En Lady Anna, la joven Josephine Murray se casa por interés con el conde Lovel, tan rico como depravado, tan sólo para saber al cabo de unos meses que él ya estaba casado con otra mujer en Italia en el momento de contraer nupcias con ella, por lo que ella no es la condesa Lovel, sino su querida, y la hija que espera será ilegítima. Comienzan entonces unos años de luchas judiciales y escarnio público en los que la condesa repudiada y su hija, lady Anna, únicamente reciben la ayuda de un sastre y su hijo, de la misma profesión, y ambos de ideología radical.
Meciéndose en una estudiada ambigüedad narrativa, Trollope escribe un intenso relato en el que plantea diversos puntos de vista al lector para que sea éste quien llegue a sus propias conclusiones, y en el que pone de manifiesto la difícil situación social y legal de las mujeres en el siglo XIX.

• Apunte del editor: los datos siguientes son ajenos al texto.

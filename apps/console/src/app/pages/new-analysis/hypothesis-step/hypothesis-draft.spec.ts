import { buildHypothesis, previewExpected, type HypothesisDraft } from './hypothesis-draft';

const draft = (overrides: Partial<HypothesisDraft>): HypothesisDraft => ({
  kind: 'equal',
  values: [],
  ratio: '',
  family: 'poisson',
  params: {},
  breaks: '',
  ...overrides,
});

/** k categories holding n observations between them (the first takes what does not divide evenly). */
const observedOf = (k: number, n: number) => ({
  labels: Array.from({ length: k }, (_, index) => `c${index + 1}`),
  counts: Array.from({ length: k }, (_, index) => Math.floor(n / k) + (index === 0 ? n % k : 0)),
});

// The messages are the engine's own (its spec schema), shown as they are.
describe('buildHypothesis', () => {
  it('accepts shares that add up to 1 and refuses ones that do not, saying the sum', () => {
    expect(buildHypothesis(draft({ kind: 'proportions', values: [0.5, 0.3, 0.2] }), observedOf(3, 10))).toEqual({
      ok: true,
      hypothesis: { kind: 'proportions', values: [0.5, 0.3, 0.2] },
    });
    expect(buildHypothesis(draft({ kind: 'proportions', values: [0.5, 0.3, 0.3] }), observedOf(3, 10))).toEqual({
      ok: false,
      errors: ['proportions must sum to 1; they sum to 1.1'],
    });
  });

  it('allows shares rounded to a published table’s precision', () => {
    expect(buildHypothesis(draft({ kind: 'proportions', values: [0.333, 0.333, 0.333] }), observedOf(3, 10)).ok).toBe(true);
  });

  it('asks for a value in every category', () => {
    expect(buildHypothesis(draft({ kind: 'counts', values: [5, null] }), observedOf(2, 10))).toEqual({
      ok: false,
      errors: ['each value is required'],
    });
  });

  it('checks that expected counts add up to the number of observations', () => {
    expect(buildHypothesis(draft({ kind: 'counts', values: [5, 4] }), observedOf(2, 10))).toEqual({
      ok: false,
      errors: ['expected counts must sum to the observed total 10; they sum to 9 (give proportions or a ratio instead)'],
    });
  });

  it('reads a ratio and checks it has one term per category', () => {
    expect(buildHypothesis(draft({ kind: 'ratio', ratio: '9:3:3:1' }), observedOf(4, 10))).toEqual({
      ok: true,
      hypothesis: { kind: 'ratio', values: [9, 3, 3, 1] },
    });
    expect(buildHypothesis(draft({ kind: 'ratio', ratio: '1:2:1' }), observedOf(4, 10))).toEqual({
      ok: false,
      errors: ['hypothesis.values has 3 entries but there are 4 categories'],
    });
    expect(buildHypothesis(draft({ kind: 'ratio', ratio: '3:x' }), observedOf(2, 10))).toEqual({
      ok: false,
      errors: ['Ratio: "x" is not a number.'],
    });
  });

  it('leaves an empty parameter to be estimated but insists on the binomial’s trials', () => {
    expect(buildHypothesis(draft({ kind: 'distribution', family: 'poisson', params: { lambda: null } }), observedOf(4, 10))).toEqual({
      ok: true,
      hypothesis: { kind: 'distribution', family: 'poisson' },
    });
    expect(buildHypothesis(draft({ kind: 'distribution', family: 'binomial', params: { p: 0.5 } }), observedOf(4, 10))).toEqual({
      ok: false,
      errors: ['Trials per observation is needed for this family.'],
    });
  });

  it('needs one bin boundary fewer than bins for the normal family', () => {
    expect(buildHypothesis(draft({ kind: 'distribution', family: 'normal', breaks: '10, 20' }), observedOf(4, 10))).toEqual({
      ok: false,
      errors: ['Give 3 bin boundaries for the 4 bins (one between each pair of neighbouring bins).'],
    });
    expect(buildHypothesis(draft({ kind: 'distribution', family: 'normal', breaks: '-1 0 1' }), observedOf(4, 10))).toEqual({
      ok: true,
      hypothesis: { kind: 'distribution', family: 'normal', breaks: [-1, 0, 1] },
    });
  });
});

describe('previewExpected', () => {
  it('shows the expected counts of a 9:3:3:1 ratio (n × 9/16 and so on)', () => {
    const preview = previewExpected({ labels: ['a', 'b', 'c', 'd'], counts: [90, 35, 25, 10] }, { kind: 'ratio', values: [9, 3, 3, 1] });
    expect(preview.ok).toBe(true);
    if (!preview.ok) return;
    // 160 observations: 160·9/16 = 90, 160·3/16 = 30, 160·1/16 = 10 (arithmetic, common practice).
    expect(preview.rows.map((row) => row.expected)).toEqual([90, 30, 30, 10]);
    expect(preview.df).toBe(3);
  });

  it('fits a Poisson mean from the data and removes a degree of freedom', () => {
    // counts of 0, 1, 2, 3 events: mean = (0·10 + 1·20 + 2·15 + 3·5) / 50 = 65 / 50 = 1.3
    const preview = previewExpected({ labels: ['0', '1', '2', '3'], counts: [10, 20, 15, 5] }, { kind: 'distribution', family: 'poisson' });
    expect(preview.ok).toBe(true);
    if (!preview.ok) return;
    expect(preview.fitted?.['lambda']).toBeCloseTo(1.3, 12);
    // Poisson(1.3) probability of 0 is e^−1.3 = 0.272532 (arithmetic), times 50 observations.
    expect(preview.rows[0].expected).toBeCloseTo(50 * Math.exp(-1.3), 9);
    expect(preview.df).toBe(2);
  });

  it('returns the engine’s message when the data cannot carry the hypothesis', () => {
    const preview = previewExpected({ labels: ['low', 'high'], counts: [3, 4] }, { kind: 'distribution', family: 'poisson' });
    expect(preview).toEqual({ ok: false, errors: ['for a poisson fit each label must be a whole number (the counted value), got "low"'] });
  });
});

1. La historia de recién casada de lady Lovel
A menudo las mujeres son maltratadas por los hombres, pero quizá no haya habido peor maltrato y mayor crueldad que los que sufrió Josephine Murray a manos del conde Lovel, con el que se casó en la iglesia parroquial de Applethwaite —una parroquia sin pueblo, ya que se encuentra entre las montañas de Cumberland— el 1 de junio de 181*. Nadie dudó jamás de que el matrimonio fuese válido de acuerdo con todos los requisitos de la Iglesia siempre que lord Lovel verdaderamente pudiera casarse, como jamás dijo el conde que no fuese el caso. Lovel Grange era una casa pequeña rodeada por unos pequeños dominios: todo pequeño tratándose de la residencia de un noble rico, la cual se hallaba entre las montañas que separan Cumberland de Westmoreland a unos dieciséis kilómetros de Keswick, pero todo también precioso por el esplendor de su verde césped y la exuberancia de sus bosques, por la proximidad de las montañas que dominaban majestuosas el paisaje y por la belleza de Lovel Tarn, un pequeño lago que pertenecía a la finca, tachonado de pequeñas islas, todas cubiertas de arbustos de acebo, abedules y robles enanos. La casa en sí era poca cosa, mal construida, de pasillos desordenados y habitaciones de techos bajos: un lugar de aspecto lúgubre y de mal agüero. Cuando Josephine Murray fue llevada allí de recién casada pensó que era un lugar muy lúgubre y de mal agüero, pero le encantaban los lagos y las montañas y soñaba con una vaga y misteriosa dicha que le proporcionaría el entorno agreste de su domicilio.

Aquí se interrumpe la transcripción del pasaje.